Whose Democracy Agenda? Wattenberg, Dobriansky, and Fort

FEATURED ARTICLE

Whither the "Global Democratic Revolution"?
By Tom Barry

Promoting democratic change is a worthy foreign policy goal that has deep roots in both the Republican and Democratic Parties. The challenge is to promote that policy in the post-Bush era so that the ideal is not tainted by narrow national interests or ideological agendas. Read full story.

SEE ALSO: The Democracy Vanguard

Right Web Profile: National Endowment for Democracy

Right Web Profile: International Republican Institute

Right Web Profile: Freedom House

FEATURED PROFILES

Ben Wattenberg
An early neocon trailblazer, Wattenberg, host of PBS’s Think Tank and an AEI fellow, thinks America should let in more immigrants, in part to support a larger military, which he envisions chasing down terrorists across the globe.

Paula Dobriansky
A vocal proponent of the Bush administration’s democracy agenda within the State Department, among Dobriansky’s more recent assignments has been tackling the growing refugee crisis created by the war she helped promote.

Randall Fort
A former director at Goldman Sachs and TRW, Randall Fort heads the State Department’s Bureau of Intelligence and Research, one of the few intel agencies that challenged the Bush administration’s assertions about pre-war Iraq.

ALSO NEW ON RIGHT WEB

Base Politics
By Daniel Luban

A congressional bill to prevent the establishment of permanent military bases in Iraq is symbolic and little else, say critics. Read full article.

An Unwitting War Machine?
By Khody Akhavi

A little help from the media went a long way in helping the Bush administration edge America into the Iraq War, says a new documentary film.
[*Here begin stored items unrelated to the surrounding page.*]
class _Model:
    """Γ linear between points: per segment k, |Γ(t)|² = A·t² + B·t + C on t ∈ [0, 1].

    Whole-sweep arrays are built once (per-segment minimum, per-limit inside intervals
    and their running width); a band or a span then costs a few lookups and the exact
    treatment of the one or two segments cut by its edges.
    """

    def __init__(self, sweep: Sweep) -> None:
        self.f = sweep.freq_hz
        g = sweep.gamma if sweep.has_phase else sweep.gamma.real.astype(np.complex128)
        self.g = g
        self.mag2 = g.real**2 + g.imag**2
        self.n = self.f.size
        self._outside: dict[float, np.ndarray] = {}  # points with |Γ|² above a limit
        self._usable: dict[float, tuple[np.ndarray, np.ndarray, np.ndarray]] = {}
        if self.n >= 2:
            self.df = np.diff(self.f)
            d = np.diff(g)
            g0 = g[:-1]
            self.A = d.real**2 + d.imag**2
            self.B = 2.0 * (g0.real * d.real + g0.imag * d.imag)
            self.C = self.mag2[:-1]
            on_rim = self.mag2 >= (1.0 - RIM_TOL) ** 2
            self.rim = on_rim[:-1] & on_rim[1:]
            rim = np.flatnonzero(self.rim)
            if rim.size:  # |Γ| = a + b·t there: |Γ|² = b²t² + 2ab·t + a² (module docstring)
                mag = np.sqrt(self.mag2)
                a, b = mag[rim], mag[rim + 1] - mag[rim]
                self.A[rim], self.B[rim], self.C[rim] = b * b, 2.0 * a * b, a * a
            # A = 0 means Γk+1 = Γk (then B = 0 too): constant segment, minimum at t = 0
            tv = np.divide(-self.B, 2.0 * self.A, out=np.zeros_like(self.B), where=self.A > 0)
            self.tv = np.clip(tv, 0.0, 1.0)
            # |Γ|² at the vertex from Γ itself: the expanded quadratic cancels near a zero
            gv = g0 + self.tv * d
            self.vmin = gv.real**2 + gv.imag**2
            if rim.size:  # the vertex of a rim segment is one of its ends: exact there
                self.vmin[rim] = np.minimum(self.mag2[rim], self.mag2[rim + 1])

    # scalar work on one segment (plain floats: cheaper than numpy on one element)

    def _seg_min(self, k: int, ta: float, tb: float) -> tuple[float, float]:
        """(|Γ|², t) of the minimum on [ta, tb] of segment k."""
        a, b = float(self.A[k]), float(self.B[k])
        t = -b / (2.0 * a) if a > 0 else ta
        t = min(max(t, ta), tb)
        g = self._at(k, t)  # from Γ itself: no cancellation near 0
        return (g.real**2 + g.imag**2, t)

    def _at(self, k: int, t: float) -> complex:
        """Γ at fraction t of segment k: on the chord, or along the rim (docstring)."""
        g0, g1 = complex(self.g[k]), complex(self.g[k + 1])
        if not self.rim[k]:
            return g0 + t * (g1 - g0)
        m0, m1 = abs(g0), abs(g1)
        turn = cmath.phase(g1 / g0)  # the shorter arc, in (−π, π]
        return (m0 + t * (m1 - m0)) * cmath.exp(1j * (cmath.phase(g0) + t * turn))

    def _seg_inside(self, k: int, m2: float) -> tuple[float, float] | None:
        """(t_lo, t_hi) of the part of segment k where |Γ(t)|² ≤ m2, or None."""
        a, b, c = float(self.A[k]), float(self.B[k]), float(self.C[k]) - m2
        if a <= 0:
            return (0.0, 1.0) if c <= 0 else None
        disc = b * b - 4.0 * a * c
        if disc < 0:
            return None
        q = -0.5 * (b + math.copysign(math.sqrt(disc), b))  # cancellation-free roots
        r1, r2 = (q / a, c / q) if q != 0 else (0.0, 0.0)
        lo, hi = min(r1, r2), max(r1, r2)
        if hi < 0.0 or lo > 1.0:
            return None
        return (max(lo, 0.0), min(hi, 1.0))

    def _range(self, lo: float, hi: float) -> tuple[int, int, float, float]:
        """First and last segment overlapping [lo, hi] and the t of lo (on k0) and hi (on k1)."""
        f, n = self.f, self.n
        k0 = min(max(int(np.searchsorted(f, lo, "right")) - 1, 0), n - 2)
        k1 = min(max(int(np.searchsorted(f, hi, "left")) - 1, k0), n - 2)
        ta = min(max((lo - float(f[k0])) / float(self.df[k0]), 0.0), 1.0)
        tb = min(max((hi - float(f[k1])) / float(self.df[k1]), 0.0), 1.0)
        return k0, k1, ta, tb

    # queries

    def minimum(self, lo_hz: float, hi_hz: float) -> tuple[float, float, int, float] | None:
        """(|Γ|², hz, segment, t) of the minimum over [lo_hz, hi_hz] ∩ sweep, or None."""
        f = self.f
        lo, hi = max(lo_hz, float(f[0])), min(hi_hz, float(f[-1]))
        if lo > hi:
            return None
        if self.n == 1:
            return (float(self.mag2[0]), float(f[0]), 0, 0.0)
        k0, k1, ta, tb = self._range(lo, hi)
        if k0 == k1:
            v, t = self._seg_min(k0, ta, tb)
            best = (v, k0, t)
        else:
            v, t = self._seg_min(k0, ta, 1.0)
            best = (v, k0, t)
            if k1 > k0 + 1:
                i = k0 + 1 + int(np.argmin(self.vmin[k0 + 1 : k1]))
                if self.vmin[i] < best[0]:
                    best = (float(self.vmin[i]), i, float(self.tv[i]))
            v, t = self._seg_min(k1, 0.0, tb)
            if v < best[0]:
                best = (v, k1, t)
        _, k, t = best
        g = self._at(k, t)  # |Γ|² again, free of cancellation
        hz = min(max(float(f[k] + t * self.df[k]), lo), hi)  # no round-off past the edges
        return (abs(g) ** 2, hz, k, t)

    def span(self, k: int, t: float, m2: float) -> tuple[float, float, bool, bool]:
        """The contiguous span where |Γ|² ≤ m2 around the point (k, t), which lies inside it.

        Convexity gives one inside interval per segment, so the span continues through
        every point that is inside and ends in the first segment whose far end is
        outside, at the root of the quadratic there. Returns (low, high, open_low,
        open_high).
        """
        f = self.f
        if self.n == 1:
            return (float(f[0]), float(f[0]), True, True)
        outside = self._outside.get(m2)
        if outside is None:
            outside = self._outside[m2] = self.mag2 > m2
        after = outside[k + 1 :]
        if after.any():
            p = k + 1 + int(np.argmax(after))  # first outside point above the location
            part = self._seg_inside(p - 1, m2)
            t_hi = part[1] if part else t  # no root only through round-off at the location
            high, open_high = float(f[p - 1] + t_hi * self.df[p - 1]), False
        else:
            high, open_high = float(f[-1]), True
        before = outside[: k + 1]
        if before.any():
            p = int(np.flatnonzero(before)[-1])  # last outside point at or below it
            part = self._seg_inside(p, m2)
            t_lo = part[0] if part else t
            low, open_low = float(f[p] + t_lo * self.df[p]), False
        else:
            low, open_low = float(f[0]), True
        return (low, high, open_low, open_high)

    def _usable_arrays(self, m2: float) -> tuple[np.ndarray, np.ndarray, np.ndarray]:
        """Per segment (t_lo, t_hi) of the part with |Γ|² ≤ m2 (t_lo = t_hi if none) and the
        running inside width, cum[k] = inside width of segments 0..k−1 (Hz)."""
        cached = self._usable.get(m2)
        if cached is not None:
            return cached
        inside = self.mag2 <= m2
        start_in, end_in = inside[:-1], inside[1:]
        # convexity: a segment with both ends inside is inside throughout; it is cut only
        # where one end is inside, or where both are outside but its dip reaches below m2
        hi = (start_in & end_in).astype(np.float64)
        lo = np.zeros_like(hi)
        cut = np.flatnonzero((start_in ^ end_in) | ~(start_in | end_in) & (self.vmin <= m2))
        if cut.size:
            a, b, c = self.A[cut], self.B[cut], self.C[cut] - m2
            disc = np.maximum(b * b - 4.0 * a * c, 0.0)
            q = -0.5 * (b + np.copysign(np.sqrt(disc), b))  # cancellation-free roots
            r1 = np.divide(q, a, out=np.zeros_like(a), where=a > 0)
            r2 = np.divide(c, q, out=np.zeros_like(a), where=q != 0)
            lo[cut] = np.clip(np.minimum(r1, r2), 0.0, 1.0)
            hi[cut] = np.clip(np.maximum(r1, r2), 0.0, 1.0)
        cum = np.concatenate(([0.0], np.cumsum((hi - lo) * self.df)))
        self._usable[m2] = (lo, hi, cum)
        return self._usable[m2]

    def usable_width(self, lo_hz: float, hi_hz: float, m2: float) -> float:
        """Width (Hz) within [lo_hz, hi_hz] ∩ sweep where |Γ|² ≤ m2."""
        f = self.f
        lo, hi = max(lo_hz, float(f[0])), min(hi_hz, float(f[-1]))
        if lo >= hi or self.n == 1:
            return 0.0
        t_lo, t_hi, cum = self._usable_arrays(m2)
        k0, k1, ta, tb = self._range(lo, hi)

        def part(k: int, a: float, b: float) -> float:
            return max(0.0, min(float(t_hi[k]), b) - max(float(t_lo[k]), a)) * float(self.df[k])

        if k0 == k1:
            return part(k0, ta, tb)
        return part(k0, ta, 1.0) + float(cum[k1] - cum[k0 + 1]) + part(k1, 0.0, tb)

    def gamma_at(self, hz: float) -> complex:
        """Γ interpolated linearly at a frequency already checked to lie in the sweep."""
        if self.n == 1:
            return complex(self.g[0])
        k = min(max(int(np.searchsorted(self.f, hz, "right")) - 1, 0), self.n - 2)
        t = (hz - float(self.f[k])) / float(self.df[k])
        return self._at(k, t)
Read full article.

LETTERS

Re: Right Web Profile: Freedom House

Right Web’s profile of Freedom House quotes an article from the Financial Times that mischaracterizes the work of the International Center on Nonviolent Conflict (ICNC) and its founding chair Peter Ackerman.

First of all, despite implications to the contrary, ICNC is not Peter Ackerman’s personal entity, but is a legally chartered private operating foundation. In fact, since becoming chair of the board for Freedom House, he has stepped down as chair for ICNC. ICNC’s tax returns—including its sources of funding—are fully public and no funding comes from any government, corporation, or other foundation. Its independence from the U.S. government is not merely what Dr. Ackerman "says," but is a well-documented fact.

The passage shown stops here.